## WHAT YOU NEED TO DO
Every line from the one holding "public org.springframework.context.ApplicationContext context()" through the final line of the entries is to be reproduced exactly, and no other line.

## RECORDS PROVIDED
+ + + +
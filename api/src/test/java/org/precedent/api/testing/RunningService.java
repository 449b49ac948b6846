package org.precedent.api.testing;

import java.io.IOException;
import java.io.UncheckedIOException;
import java.nio.file.Path;
import java.util.List;
import org.precedent.api.system.PrecedentServer;
import org.springframework.context.ConfigurableApplicationContext;

/** The real service on a free port, over its own copy of the trained data directory. */
public final class RunningService implements AutoCloseable {
  private final Path data;
  private final ConfigurableApplicationContext context;
  private final Http http;
  private final boolean keep;

  private RunningService(Path data, ConfigurableApplicationContext context, boolean keep) {
    this.data = data;
    this.context = context;
    this.keep = keep;
    this.http = new Http(PrecedentServer.port(context));
  }

  public static RunningService start(String... settings) {
    return startOn(TrainedData.copy(), settings);
  }

  /** The service over {@code data}, a copy the caller prepared (it is deleted on close). */
  public static RunningService startOn(Path data, String... settings) {
    return start(data, false, settings);
  }

  /**
   * The service over {@code data}, which outlives it: for a test that reads what the service
   * stored once it stopped (the caller deletes the directory).
   */
  public static RunningService startKeeping(Path data, String... settings) {
    return start(data, true, settings);
  }

  private static RunningService start(Path data, boolean keep, String... settings) {
    try {
      return new RunningService(data, PrecedentServer.start(data, 0, List.of(settings)), keep);
    } catch (IOException e) {
      throw new UncheckedIOException(e);
    }
  }

  public Http http() {
    return http;
  }

  public Path data() {
    return data;
  }

  public <T> T bean(Class<T> type) {
    return context.getBean(type);
  }

  /** The service's application context: for code that acts inside the running service. */
  public org.springframework.context.ApplicationContext context() {
    return context;
  }

  @Override
  public void close() {
    context.close();
    if (!keep) {
      TrainedData.delete(data);
    }
  }
}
+ + + +
## EXERCISE RESPONSE
  public org.springframework.context.ApplicationContext context() {
    return context;
  }

  @Override
  public void close() {
    context.close();
    if (!keep) {
      TrainedData.delete(data);
    }
  }
}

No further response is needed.